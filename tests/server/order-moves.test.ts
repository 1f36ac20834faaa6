import type TestAgent from 'supertest/lib/agent';
import { afterAll, beforeAll, describe, expect, it } from 'vitest';
import type { AppInstance } from '../../server/app';
import { Order } from '../../server/features/orders/order.entity';
import type { User } from '../../server/features/users/user.entity';
import { ORDER_STATES, canMoveOrder, type OrderMove, type OrderState } from '../../shared/orders/states';
import { buildUser } from '../support/factories';
import { waitForMail } from '../support/inbox';
import { buildOrder } from '../support/order-factories';
import { signedInAs } from '../support/sessions';
import { startTestApp } from '../support/test-app';

let app: AppInstance;
let buyer: User;
let seller: User;
let agents: Record<'buyer' | 'seller' | 'moderator' | 'stranger', TestAgent>;

beforeAll(async () => {
  app = await startTestApp();
  const ds = app.ctx.dataSource;
  buyer = await buildUser(ds, { displayName: 'Wren Baseboards' });
  seller = await buildUser(ds, { displayName: 'Copperfield Light Railway Group' });
  const moderator = await buildUser(ds, { role: 'moderator' });
  const stranger = await buildUser(ds);
  agents = {
    buyer: await signedInAs(app, buyer),
    seller: await signedInAs(app, seller),
    moderator: await signedInAs(app, moderator),
    stranger: await signedInAs(app, stranger),
  };
}, 60_000);
afterAll(() => app.close());

/** Every move a person makes, the route that makes it, who may make it and a body it accepts. */
const PERSON_MOVES: { move: OrderMove; path: string; as: keyof typeof agents; body: object }[] = [
  { move: 'send', path: 'send', as: 'seller', body: {} },
  { move: 'offerCollection', path: 'offer-collection', as: 'seller', body: {} },
  { move: 'confirmReceipt', path: 'confirm-receipt', as: 'buyer', body: {} },
  { move: 'cancel', path: 'cancel', as: 'buyer', body: {} },
  {
    move: 'raiseProblem',
    path: 'problem',
    as: 'seller',
    body: { reason: 'The buyer has not answered for a fortnight.' },
  },
  { move: 'settleRefund', path: 'settle', as: 'moderator', body: { outcome: 'refund', note: 'Refund agreed.' } },
  {
    move: 'settlePartRefund',
    path: 'settle',
    as: 'moderator',
    body: { outcome: 'part_refund', note: 'One cross member split.', refundMinor: 1_000 },
  },
  { move: 'settleRelease', path: 'settle', as: 'moderator', body: { outcome: 'release', note: 'As described.' } },
];

/** An order in `state`; a problem date is set so that moderators may see it in any state. */
const orderIn = (state: OrderState) =>
  buildOrder(app.ctx.dataSource, buyer, seller, { state, problemRaisedAt: new Date() });

const attempt = (o: Order, m: (typeof PERSON_MOVES)[number]) =>
  agents[m.as]
    .post(m.as === 'moderator' ? `/api/order-problems/${o.id}/settle` : `/api/orders/${o.id}/${m.path}`)
    .send(m.body);

describe('the order transition table, walked through the API', () => {
  for (const state of ORDER_STATES) {
    it(`from “${state}” allows exactly the moves the table lists and answers 409 to the others`, async () => {
      const standing = await orderIn(state);
      for (const m of PERSON_MOVES) {
        if (canMoveOrder(state, m.move)) {
          const fresh = await orderIn(state);
          const res = await attempt(fresh, m);
          expect(res.status, `${m.move} from ${state}: ${JSON.stringify(res.body)}`).toBe(200);
          expect(res.body.order.state).not.toBe(state);
        } else {
          const res = await attempt(standing, m);
          expect(res.status, `${m.move} from ${state}`).toBe(409);
          expect(res.body.error.code).toBe('order_state');
          expect(res.body.error.message).toMatch(
            /^This order is “.+”, so it cannot be .+\. That is possible only when/,
          );
        }
      }
      const unchanged = await app.ctx.dataSource.getRepository(Order).findOneByOrFail({ id: standing.id });
      expect(unchanged.state).toBe(state);
    });
  }
});

describe('who may move an order', () => {
  it('answers 404 to a member who is neither its buyer nor its seller', async () => {
    const order = await orderIn('paid_held');
    const res = await agents.stranger.post(`/api/orders/${order.id}/send`).send({}).expect(404);
    expect(res.body.error.message).toBe('That order was not found.');
  });

  it('answers 403 when the buyer marks the order as sent', async () => {
    const order = await orderIn('paid_held');
    const res = await agents.buyer.post(`/api/orders/${order.id}/send`).send({}).expect(403);
    expect(res.body.error.message).toBe('Only the seller can say this order is marked as sent.');
  });

  it('answers 403 when the seller confirms receipt', async () => {
    const order = await orderIn('sent');
    const res = await agents.seller.post(`/api/orders/${order.id}/confirm-receipt`).send({}).expect(403);
    expect(res.body.error.message).toBe('Only the buyer can say this order is confirmed as received.');
  });

  it('answers 404 to a moderator for an order without a problem, and 403 to a member settling one', async () => {
    const quiet = await buildOrder(app.ctx.dataSource, buyer, seller, { state: 'sent' });
    await agents.moderator
      .post(`/api/order-problems/${quiet.id}/settle`)
      .send({ outcome: 'release', note: 'Nothing to see.' })
      .expect(404);
    const troubled = await orderIn('problem_raised');
    await agents.buyer
      .post(`/api/order-problems/${troubled.id}/settle`)
      .send({ outcome: 'refund', note: 'I would like it.' })
      .expect(403);
  });

  it('refuses a part refund larger than the item and delivery with a message on the amount', async () => {
    const order = await orderIn('problem_raised');
    const res = await agents.moderator
      .post(`/api/order-problems/${order.id}/settle`)
      .send({ outcome: 'part_refund', note: 'Too much.', refundMinor: order.itemMinor + order.deliveryMinor + 1 })
      .expect(422);
    expect(res.body.error.fields.refundMinor).toMatch(/at most £\d+\.\d\d, the item and delivery together/);
  });

  it('asks for a reason before a problem is raised', async () => {
    const order = await orderIn('sent');
    const res = await agents.buyer.post(`/api/orders/${order.id}/problem`).send({ reason: 'bad' }).expect(422);
    expect(res.body.error.fields.reason).toMatch(/at least 10 characters/);
  });
});

describe('problems', () => {
  it('records who raised a problem and when, mails both sides, and lists it for moderators oldest first', async () => {
    const ds = app.ctx.dataSource;
    const [ownBuyer, ownSeller] = [await buildUser(ds, { displayName: 'Wren Baseboards' }), await buildUser(ds)];
    const order = await buildOrder(ds, ownBuyer, ownSeller, { state: 'sent' });
    const reason = 'The fiddle yard arrived with two cracked cross members.';
    const res = await (
      await signedInAs(app, ownBuyer)
    )
      .post(`/api/orders/${order.id}/problem`)
      .send({ reason })
      .expect(200);
    expect(res.body.order.state).toBe('problem_raised');
    const entry = res.body.order.history.at(-1);
    expect(entry).toMatchObject({ move: 'raiseProblem', by: 'buyer', byName: 'Wren Baseboards', note: reason });
    expect(Date.now() - new Date(entry.at).getTime()).toBeLessThan(60_000);
    for (const person of [ownBuyer, ownSeller])
      expect((await waitForMail(person.email, 'Problem raised:')).text).toContain('two cracked cross members');

    const list = (await agents.moderator.get('/api/order-problems').expect(200)).body.problems as {
      id: number;
      problemRaisedAt: string;
      reason: string | null;
      raisedBy: string | null;
    }[];
    expect(list.find((p) => p.id === order.id)).toMatchObject({ reason, raisedBy: 'buyer' });
    const times = list.map((p) => p.problemRaisedAt);
    expect(times).toEqual([...times].sort());
    await agents.buyer.get('/api/order-problems').expect(403);
  });
});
------------------------------------------------
### TASK TO COMPLETE
Every entry is to be repeated exactly as it stands.

### THE ANSWER
filename tests/server/order-moves.test.ts
repository 1f36ac20834faaa6
import type TestAgent from 'supertest/lib/agent';
import { afterAll, beforeAll, describe, expect, it } from 'vitest';
import type { AppInstance } from '../../server/app';
import { Order } from '../../server/features/orders/order.entity';
import type { User } from '../../server/features/users/user.entity';
import { ORDER_STATES, canMoveOrder, type OrderMove, type OrderState } from '../../shared/orders/states';
import { buildUser } from '../support/factories';
import { waitForMail } from '../support/inbox';
import { buildOrder } from '../support/order-factories';
import { signedInAs } from '../support/sessions';
import { startTestApp } from '../support/test-app';

let app: AppInstance;
let buyer: User;
let seller: User;
let agents: Record<'buyer' | 'seller' | 'moderator' | 'stranger', TestAgent>;

beforeAll(async () => {
  app = await startTestApp();
  const ds = app.ctx.dataSource;
  buyer = await buildUser(ds, { displayName: 'Wren Baseboards' });
  seller = await buildUser(ds, { displayName: 'Copperfield Light Railway Group' });
  const moderator = await buildUser(ds, { role: 'moderator' });
  const stranger = await buildUser(ds);
  agents = {
    buyer: await signedInAs(app, buyer),
    seller: await signedInAs(app, seller),
    moderator: await signedInAs(app, moderator),
    stranger: await signedInAs(app, stranger),
  };
}, 60_000);
afterAll(() => app.close());

/** Every move a person makes, the route that makes it, who may make it and a body it accepts. */
const PERSON_MOVES: { move: OrderMove; path: string; as: keyof typeof agents; body: object }[] = [
  { move: 'send', path: 'send', as: 'seller', body: {} },
  { move: 'offerCollection', path: 'offer-collection', as: 'seller', body: {} },
  { move: 'confirmReceipt', path: 'confirm-receipt', as: 'buyer', body: {} },
  { move: 'cancel', path: 'cancel', as: 'buyer', body: {} },
  {
    move: 'raiseProblem',
    path: 'problem',
    as: 'seller',
    body: { reason: 'The buyer has not answered for a fortnight.' },
  },
  { move: 'settleRefund', path: 'settle', as: 'moderator', body: { outcome: 'refund', note: 'Refund agreed.' } },
  {
    move: 'settlePartRefund',
    path: 'settle',
    as: 'moderator',
    body: { outcome: 'part_refund', note: 'One cross member split.', refundMinor: 1_000 },
  },
  { move: 'settleRelease', path: 'settle', as: 'moderator', body: { outcome: 'release', note: 'As described.' } },
];

/** An order in `state`; a problem date is set so that moderators may see it in any state. */
const orderIn = (state: OrderState) =>
  buildOrder(app.ctx.dataSource, buyer, seller, { state, problemRaisedAt: new Date() });

const attempt = (o: Order, m: (typeof PERSON_MOVES)[number]) =>
  agents[m.as]
    .post(m.as === 'moderator' ? `/api/order-problems/${o.id}/settle` : `/api/orders/${o.id}/${m.path}`)
    .send(m.body);

describe('the order transition table, walked through the API', () => {
  for (const state of ORDER_STATES) {
    it(`from “${state}” allows exactly the moves the table lists and answers 409 to the others`, async () => {
      const standing = await orderIn(state);
      for (const m of PERSON_MOVES) {
        if (canMoveOrder(state, m.move)) {
          const fresh = await orderIn(state);
          const res = await attempt(fresh, m);
          expect(res.status, `${m.move} from ${state}: ${JSON.stringify(res.body)}`).toBe(200);
          expect(res.body.order.state).not.toBe(state);
        } else {
          const res = await attempt(standing, m);
          expect(res.status, `${m.move} from ${state}`).toBe(409);
          expect(res.body.error.code).toBe('order_state');
          expect(res.body.error.message).toMatch(
            /^This order is “.+”, so it cannot be .+\. That is possible only when/,
          );
        }
      }
      const unchanged = await app.ctx.dataSource.getRepository(Order).findOneByOrFail({ id: standing.id });
      expect(unchanged.state).toBe(state);
    });
  }
});

describe('who may move an order', () => {
  it('answers 404 to a member who is neither its buyer nor its seller', async () => {
    const order = await orderIn('paid_held');
    const res = await agents.stranger.post(`/api/orders/${order.id}/send`).send({}).expect(404);
    expect(res.body.error.message).toBe('That order was not found.');
  });

  it('answers 403 when the buyer marks the order as sent', async () => {
    const order = await orderIn('paid_held');
    const res = await agents.buyer.post(`/api/orders/${order.id}/send`).send({}).expect(403);
    expect(res.body.error.message).toBe('Only the seller can say this order is marked as sent.');
  });

  it('answers 403 when the seller confirms receipt', async () => {
    const order = await orderIn('sent');
    const res = await agents.seller.post(`/api/orders/${order.id}/confirm-receipt`).send({}).expect(403);
    expect(res.body.error.message).toBe('Only the buyer can say this order is confirmed as received.');
  });

  it('answers 404 to a moderator for an order without a problem, and 403 to a member settling one', async () => {
    const quiet = await buildOrder(app.ctx.dataSource, buyer, seller, { state: 'sent' });
    await agents.moderator
      .post(`/api/order-problems/${quiet.id}/settle`)
      .send({ outcome: 'release', note: 'Nothing to see.' })
      .expect(404);
    const troubled = await orderIn('problem_raised');
    await agents.buyer
      .post(`/api/order-problems/${troubled.id}/settle`)
      .send({ outcome: 'refund', note: 'I would like it.' })
      .expect(403);
  });

  it('refuses a part refund larger than the item and delivery with a message on the amount', async () => {
    const order = await orderIn('problem_raised');
    const res = await agents.moderator
      .post(`/api/order-problems/${order.id}/settle`)
      .send({ outcome: 'part_refund', note: 'Too much.', refundMinor: order.itemMinor + order.deliveryMinor + 1 })
      .expect(422);
    expect(res.body.error.fields.refundMinor).toMatch(/at most £\d+\.\d\d, the item and delivery together/);
  });

  it('asks for a reason before a problem is raised', async () => {
    const order = await orderIn('sent');
    const res = await agents.buyer.post(`/api/orders/${order.id}/problem`).send({ reason: 'bad' }).expect(422);
    expect(res.body.error.fields.reason).toMatch(/at least 10 characters/);
  });
});

describe('problems', () => {
  it('records who raised a problem and when, mails both sides, and lists it for moderators oldest first', async () => {
    const ds = app.ctx.dataSource;
    const [ownBuyer, ownSeller] = [await buildUser(ds, { displayName: 'Wren Baseboards' }), await buildUser(ds)];
    const order = await buildOrder(ds, ownBuyer, ownSeller, { state: 'sent' });
    const reason = 'The fiddle yard arrived with two cracked cross members.';
    const res = await (
      await signedInAs(app, ownBuyer)
    )
      .post(`/api/orders/${order.id}/problem`)
      .send({ reason })
      .expect(200);
    expect(res.body.order.state).toBe('problem_raised');
    const entry = res.body.order.history.at(-1);
    expect(entry).toMatchObject({ move: 'raiseProblem', by: 'buyer', byName: 'Wren Baseboards', note: reason });
    expect(Date.now() - new Date(entry.at).getTime()).toBeLessThan(60_000);
    for (const person of [ownBuyer, ownSeller])
      expect((await waitForMail(person.email, 'Problem raised:')).text).toContain('two cracked cross members');

    const list = (await agents.moderator.get('/api/order-problems').expect(200)).body.problems as {
      id: number;
      problemRaisedAt: string;
      reason: string | null;
      raisedBy: string | null;
    }[];
    expect(list.find((p) => p.id === order.id)).toMatchObject({ reason, raisedBy: 'buyer' });
    const times = list.map((p) => p.problemRaisedAt);
    expect(times).toEqual([...times].sort());
    await agents.buyer.get('/api/order-problems').expect(403);
  });
});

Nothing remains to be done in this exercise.